Khandavilli et al.41 reported that patients with OSCC with high preoperative CRP levels had poor prognosis, and that patients in TNF stage III and IV had relatively higher preoperative CRP levels than patients in stage I and II. Gockel et al.42 reported that lymph node metastasis and tumor extension increased in patients with higher CRP levels, and Park et al.43 reported that survival rate was low in patients with a high CRP/albumin ratio. Similar to these results, CRP (≥0.345 vs <0.345) (P=0.001) was a statistically significant prognostic factor on univariate analysis in this study. However, on multivariate analysis, CRP (P=0.198) was not an independent prognostic factor. These results indicate that the stratifying ability of CRP was likely incorporated in the COP-MPV score.

Kaplan-Meier analysis showed the survival rate of COP-MPV group A was higher than group B indicating that, if both COP and MPV were lower than the cut-off value, postoperative prognosis would be better.

Univariate analysis showed the P-value for PLT was 0.018 and the P-value for MPV was 0.168. PLT was a statistically significant prognostic factor alone but MPV alone was not. However, COP-MPV score (P=0.014) combining PLT and MPV was a more significant prognostic factor than PLT (P=0.018). These results suggest that COP-MPV score, which considers PLT and MPV in a comprehensive manner, is helpful for predicting the prognosis for OSCC patients.
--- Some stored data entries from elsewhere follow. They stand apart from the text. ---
#pragma once
// Lead → Frames…: the frames of the debate as clusters of articles by their frame elements
// (Matthes & Kohring 2008; core/frames). The lead picks a layer (gold, the consensus, a coder,
// an extractor run) and k; the window shows the k-choice chart (fusion-coefficient elbow, mean
// silhouette, Calinski–Harabasz for k = 2..10), the top of Ward's tree, each frame's size,
// stability and characteristic elements with the profile heat map (share in the frame against
// the share in all articles), frames by outlet and by month with chi-square and Cramér's V, and
// the articles of each frame (double-click opens one on the desk). The lead names the frames and
// saves the analysis in the project (an undoable step on the desk's undo stack); saved analyses
// are listed, opened again and deleted. The computation runs on a worker thread with progress
// and Cancel.

#include "app/desktop/frames/frames_job.h"

#include <QFutureWatcher>
#include <QWidget>

#include <atomic>
#include <memory>
#include <optional>

class QChartView;
class QComboBox;
class QLabel;
class QLineEdit;
class QProgressBar;
class QPushButton;
class QSpinBox;
class QStackedWidget;
class QTabWidget;
class QTableWidget;

namespace fourfold {

class CodingSession;
class DendrogramView;
class MessageBar;

class FramesWindow : public QWidget
{
    Q_OBJECT
public:
    explicit FramesWindow(CodingSession *session, QWidget *parent = nullptr);
    ~FramesWindow() override;

    // The request the controls make.
    FramesRequest request() const;
    // Sets the controls (an unknown layer leaves the layer as it is).
    void setRequest(const FramesRequest &request);
    // Starts the computation of request() on the worker thread (cancelling one running).
    void compute();
    void cancel();
    bool isRunning() const;
    // The last finished computation, if any.
    const std::optional<FramesOutcome> &outcome() const { return m_outcome; }
    // Saves the shown frames, named as in the frames table, as analysis `name` (an undoable step
    // on the desk's undo stack); tells the result in the message bar and returns it.
    Status save(const QString &name);
    // Opens the saved analysis `name`: its settings into the controls, computed again, its frame
    // names into the frames table once computed.
    Status openSaved(const QString &name);
    // Deletes the saved analysis `name` (undoable).
    Status deleteSaved(const QString &name);
    // Reads the list of saved analyses again (also after an undo or redo on the desk).
    void reloadSaved();

    // For tests and the screenshot.
    MessageBar *messageBar() const { return m_messages; }
    QTabWidget *tabs() const { return m_tabs; }
    QTableWidget *framesTable() const { return m_frames; }
    QTableWidget *profileTable() const { return m_profile; }
    QTableWidget *outletTable() const { return m_outlets; }
    QTableWidget *monthTable() const { return m_months; }
    QTableWidget *articleTable() const { return m_articles; }
    QComboBox *frameChoice() const { return m_frameChoice; }
    QComboBox *savedChoice() const { return m_saved; }
    DendrogramView *dendrogram() const { return m_dendrogram; }
    QChartView *kChart() const { return m_kChart; }
    QLabel *emptyState() const { return m_empty; }
    bool showsEmptyState() const;

signals:
    // A computation ended (ok: it gave results).
    void computed(bool ok);
    // The lead double-clicked an article of a frame: open it on the desk.
    void articleRequested(ArticleId article);

private:
    void finish();
    void showProgress(int done, int total);
    void showOutcome();
    void showKChoice();
    void showFrames();
    void showGroups(QTableWidget *table, QLabel *test, const QString &name);
    void showArticles();
    void showEmpty(const QString &why);
    void updateControls();
    QStringList frameNames() const;

    CodingSession *m_session;
    MessageBar *m_messages = nullptr;
    QComboBox *m_layer = nullptr;
    QSpinBox *m_k = nullptr;
    QSpinBox *m_maxK = nullptr;
    QSpinBox *m_bootstrap = nullptr;
    QSpinBox *m_seed = nullptr;
    QPushButton *m_compute = nullptr;
    QPushButton *m_cancel = nullptr;
    QProgressBar *m_progress = nullptr;
    QStackedWidget *m_stack = nullptr;
    QLabel *m_empty = nullptr;
    QTabWidget *m_tabs = nullptr;
    QChartView *m_kChart = nullptr;
    QLabel *m_kSummary = nullptr;
    DendrogramView *m_dendrogram = nullptr;
    QTableWidget *m_frames = nullptr;
    QTableWidget *m_profile = nullptr;
    QTableWidget *m_outlets = nullptr;
    QLabel *m_outletTest = nullptr;
    QTableWidget *m_months = nullptr;
    QLabel *m_monthTest = nullptr;
    QComboBox *m_frameChoice = nullptr;
    QTableWidget *m_articles = nullptr;
    QLineEdit *m_saveName = nullptr;
    QPushButton *m_save = nullptr;
    QComboBox *m_saved = nullptr;
    QPushButton *m_open = nullptr;
    QPushButton *m_delete = nullptr;

    QFutureWatcher<Result<FramesOutcome>> m_watcher;
    std::shared_ptr<std::atomic<bool>> m_cancelFlag;
    std::optional<FramesOutcome> m_outcome;
    QStringList m_pendingNames; // names of an opened saved analysis, for the next outcome
};

} // namespace fourfold
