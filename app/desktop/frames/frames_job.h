#pragma once
// The computation behind the Frames window, with no widgets: it runs on a worker thread
// (QtConcurrent) with its own connection to the project file. It builds the layer's element
// indicators, clusters them (Ward, then k-means from Ward's centroids), tables the frames by
// outlet and month, and with a bootstrap measures each frame's stability (Hennig 2007).

#include "core/scoring/frame_input.h"

#include <QString>

#include <atomic>
#include <functional>
#include <memory>
#include <vector>

namespace fourfold {

struct FramesRequest {
    QString projectPath;
    QString layer = QStringLiteral("gold");
    int k = 0; // 0: where most k-choice indices point
    int maxK = 10;
    int bootstrap = 0; // replicates; 0: no stability
    quint64 seed = 1; // start value of the bootstrap's generator
};

struct FramesOutcome {
    FramesRequest request;
    FrameInput input;
    frames::FrameAnalysis analysis;
    std::vector<frames::ClusterStability> stability; // one per frame, or empty
    std::vector<FrameGroupTable> tables; // by language, month, outlet
};

// Called on the worker thread with the steps done and the steps in all (the bootstrap counts a
// step per replicate); returns false to cancel.
using FramesProgress = std::function<bool(int done, int total)>;

// The fewest articles frames are computed on.
inline constexpr int kFewestFrameArticles = 3;

// Computes everything the window shows. Fails with the project's error, with InvalidInput when
// the layer holds fewer than kFewestFrameArticles articles (the message names the layer and the
// number), with the kernels' refusal as InvalidInput, or with Cancelled.
Result<FramesOutcome> runFramesJob(const FramesRequest &request, const FramesProgress &progress);

} // namespace fourfold
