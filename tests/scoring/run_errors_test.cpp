#include "core/scoring/run_errors.h"
#include "core/scoring/run_scores.h"
#include "tests/scoring/scoring_fixture.h"

using namespace fourfold;

namespace {

using F = FramingFunction;
using reliability::MatchMode;
using reliability::SpanOutcome;

// Hand-worked example on article f1 (kTwoArticles), with the categories of the SemEval-2013
// Task 9.1 evaluation (Segura-Bedmar, Martínez & Herrero Zazo 2013, §4; COR/INC/PAR/MIS/SPU
// after Chinchor & Sundheim 1993). Text positions (code points, counted by hand):
//   [0,40)   "The ferry to Brakwater will stop in May."   [0,20) "The ferry to Brakwat"
//   [41,73)  "Dr. Ilse Varn blames the budget."           [45,73) "Ilse Varn blames the budget."
//   [75,107) "The council must find the money."           [108,125) "It is a disgrace."
// Gold:  G1 problem [0,40), G2 cause [41,73), G3 remedy [75,107), G4 evaluation [108,125)
// Run:   P1 problem [0,40), P2 cause [45,73), P3 evaluation [75,107), P4 problem [0,20),
//        P5 problem on f2 (no gold there: f2 is not scored)
// Strict matching (span_scores.h tiers): P1/G1 same boundaries and function → COR; P3/G3 same
// boundaries, other function → INC (wrong function); P2/G2 overlap, same function → INC
// (boundary); P4 overlaps only G1, already matched → SPU (false positive); G4 → MIS (miss).
// Partial mode ignores the function and counts identical boundaries whole: P3/G3 → COR,
// P2/G2 → PAR (boundary).
struct HandExample : test::ScoringFixture {
    HandExample()
    {
        gold(f1, F::Problem, 0, 40);
        gold(f1, F::Cause, 41, 73);
        gold(f1, F::Remedy, 75, 107);
        gold(f1, F::Evaluation, 108, 125);
        storeRun(QStringLiteral("hand"),
            {{f1, F::Problem, 0, 40}, {f1, F::Cause, 45, 73}, {f1, F::Evaluation, 75, 107},
                {f1, F::Problem, 0, 20}, {f2, F::Problem, 0, 10}});
    }

    RunErrors errors(MatchMode mode)
    {
        auto e = runErrors(project, QStringLiteral("hand"), LayerSpec {LayerKind::Gold, {}}, mode);
        INFO((e ? QString() : e.error().toString()).toStdString());
        REQUIRE(e);
        return *e;
    }
};

const RunSpanOutcome *find(const RunErrors &e, RunErrorKind kind)
{
    for (const RunSpanOutcome &o : e.outcomes)
        if (o.kind == kind)
            return &o;
    return nullptr;
}

} // namespace

TEST_CASE_METHOD(HandExample, "every span gets its outcome, kind and partner", "[runerrors]")
{
    const RunErrors e = errors(MatchMode::Strict);
    REQUIRE(e.articles.size() == 1); // only f1 has gold
    CHECK(e.articles.front().second == QStringLiteral("f1"));
    // 4 gold spans, then the one unmatched run span of f1 (P5 on f2 is not scored).
    REQUIRE(e.outcomes.size() == 5);

    const RunSpanOutcome &g1 = e.outcomes[0];
    CHECK(g1.kind == RunErrorKind::Correct);
    CHECK(g1.outcome == SpanOutcome::Correct);
    CHECK(g1.referenceQuote == QStringLiteral("The ferry to Brakwater will stop in May."));
    CHECK(g1.predictedQuote == g1.referenceQuote);

    const RunSpanOutcome &g2 = e.outcomes[1];
    CHECK(g2.kind == RunErrorKind::Boundary);
    CHECK(g2.outcome == SpanOutcome::Incorrect);
    REQUIRE(g2.predicted);
    CHECK(g2.predicted->range == TextRange {45, 73});
    CHECK(g2.predictedQuote == QStringLiteral("Ilse Varn blames the budget."));
    CHECK(g2.range() == TextRange {41, 73});

    const RunSpanOutcome &g3 = e.outcomes[2];
    CHECK(g3.kind == RunErrorKind::WrongFunction);
    REQUIRE(g3.predicted);
    CHECK(g3.reference->function == F::Remedy);
    CHECK(g3.predicted->function == F::Evaluation);
    CHECK(g3.function() == F::Remedy);

    const RunSpanOutcome &g4 = e.outcomes[3];
    CHECK(g4.kind == RunErrorKind::Miss);
    CHECK_FALSE(g4.predicted);
    CHECK(g4.referenceQuote == QStringLiteral("It is a disgrace."));
    CHECK(g4.function() == F::Evaluation);

    const RunSpanOutcome &p4 = e.outcomes[4];
    CHECK(p4.kind == RunErrorKind::FalsePositive);
    CHECK(p4.outcome == SpanOutcome::Spurious);
    CHECK_FALSE(p4.reference);
    CHECK(p4.predictedQuote == QStringLiteral("The ferry to Brakwat"));
    CHECK(p4.function() == F::Problem);

    CHECK(e.count(RunErrorKind::FalsePositive) == 1);
    CHECK(e.count(RunErrorKind::FalsePositive, F::Problem) == 1);
    CHECK(e.count(RunErrorKind::FalsePositive, F::Cause) == 0);
    CHECK(e.count(RunErrorKind::Miss, F::Evaluation) == 1);
}

TEST_CASE_METHOD(
    HandExample, "the confusion table counts pairs, misses and false positives", "[runerrors]")
{
    const RunErrors e = errors(MatchMode::Strict);
    const auto P = std::size_t(F::Problem), C = std::size_t(F::Cause),
               E = std::size_t(F::Evaluation), R = std::size_t(F::Remedy),
               none = std::size_t(kNoFunction);
    CHECK(e.confusion[P][P] == 1);
    CHECK(e.confusion[C][C] == 1);
    CHECK(e.confusion[R][E] == 1);
    CHECK(e.confusion[E][none] == 1);
    CHECK(e.confusion[none][P] == 1);
    int total = 0;
    for (const auto &row : e.confusion)
        for (int n : row)
            total += n;
    CHECK(total == 5);
}

TEST_CASE_METHOD(HandExample, "partial mode files boundary errors as PAR and ignores the function",
    "[runerrors]")
{
    const RunErrors e = errors(MatchMode::Partial);
    REQUIRE(e.outcomes.size() == 5);
    CHECK(e.outcomes[1].outcome == SpanOutcome::Partial);
    CHECK(e.outcomes[1].kind == RunErrorKind::Boundary);
    CHECK(e.outcomes[2].outcome == SpanOutcome::Correct);
    CHECK(e.outcomes[2].kind == RunErrorKind::Correct);
    CHECK(find(e, RunErrorKind::WrongFunction) == nullptr);
}

TEST_CASE_METHOD(
    HandExample, "the outcomes add up to the counts of scoreRun in every mode", "[runerrors]")
{
    // An independent path through the same matcher: scoreRun's per-function counts.
    for (MatchMode mode :
        {MatchMode::Strict, MatchMode::Exact, MatchMode::Partial, MatchMode::Type}) {
        INFO(matchModeKey(mode).toStdString());
        const RunErrors e = errors(mode);
        ScoreOptions o;
        o.mode = mode;
        o.bootstrapReplicates = 0;
        auto s = scoreRun(project, QStringLiteral("hand"), LayerSpec {LayerKind::Gold, {}}, o);
        REQUIRE(s);
        for (F f : kFramingFunctions) {
            const auto &c = s->perFunction[std::size_t(f)];
            auto n = [&](SpanOutcome outcome) {
                return double(std::ranges::count_if(e.outcomes, [&](const RunSpanOutcome &x) {
                    return x.outcome == outcome && x.function() == f;
                }));
            };
            CHECK(n(SpanOutcome::Correct) == c.correct);
            CHECK(n(SpanOutcome::Incorrect) == c.incorrect);
            CHECK(n(SpanOutcome::Partial) == c.partial);
            CHECK(n(SpanOutcome::Missing) == c.missing);
            CHECK(n(SpanOutcome::Spurious) == c.spurious);
        }
    }
}

TEST_CASE_METHOD(
    test::ScoringFixture, "the error listing refuses what it cannot compare", "[runerrors]")
{
    addCoder(QStringLiteral("C01"));
    storeRun(QStringLiteral("r"), {{f1, F::Problem, 0, 40}});
    auto noGold =
        runErrors(project, QStringLiteral("r"), LayerSpec {LayerKind::Gold, {}}, MatchMode::Strict);
    REQUIRE_FALSE(noGold);
    CHECK(noGold.error().code == ErrorCode::InvalidArgument);
    CHECK(noGold.error().message.contains(QStringLiteral("no gold spans")));
    auto noRun = runErrors(
        project, QStringLiteral("nope"), LayerSpec {LayerKind::Gold, {}}, MatchMode::Strict);
    REQUIRE_FALSE(noRun);
    CHECK(noRun.error().code == ErrorCode::NotFound);
    auto allCoders = runErrors(
        project, QStringLiteral("r"), LayerSpec {LayerKind::Coders, {}}, MatchMode::Strict);
    REQUIRE_FALSE(allCoders);
    CHECK(allCoders.error().code == ErrorCode::InvalidArgument);
}

TEST_CASE_METHOD(test::ScoringFixture, "a coder can be the reference", "[runerrors]")
{
    const CoderId c1 = addCoder(QStringLiteral("C01"));
    code(f2, c1, F::Cause, 40, 59); // "Bewoners zijn boos."
    storeRun(QStringLiteral("r"), {{f1, F::Problem, 0, 40}});
    auto e = runErrors(project, QStringLiteral("r"),
        LayerSpec {LayerKind::Coder, QStringLiteral("C01")}, MatchMode::Strict);
    REQUIRE(e);
    // C01 covers f2 only: the run's span on f1 is not scored, C01's span is missed.
    REQUIRE(e->outcomes.size() == 1);
    CHECK(e->outcomes[0].kind == RunErrorKind::Miss);
    CHECK(e->outcomes[0].referenceQuote == QStringLiteral("Bewoners zijn boos."));
    CHECK(e->outcomes[0].reference->source == QStringLiteral("C01"));
}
This study has several limitations. First, the sample size is relatively small and it was a retrospective study conducted at a single institution. The initial hypothesis predicted that prognosis would be worse if both COP and MPV were higher than the cut-off value, but it was difficult to confirm this statistically because of the small sample size. Furthermore, the cut-off values for COP and MPV set in this study are not generally applicable to all patients with OSCC. In this study, COP-MPV score had more statistically significant results than other prognostic factors in determining OSCC patient prognosis. Future prospective studies with more subjects using COP-MPV score as a prognostic factor are needed to identify the applicable cut-off value for all patients with OSCC.

V. Conclusion

This study established that COP-MPV score was statistically significant for predicting the prognosis of 40 patients with OSCC. Multivariate analysis showed the survival rate of COP-MPV group B was lower than group A and COP-MPV score (HR 18.992, P=0.013) was found to be a more significant independent prognostic factor than N-metastasis (HR 6.227, P=0.016). COP-MPV score is a simple and cost-effective test method, and is considered a more effective factor relative to other considered factors in predicting OSCC patient prognosis.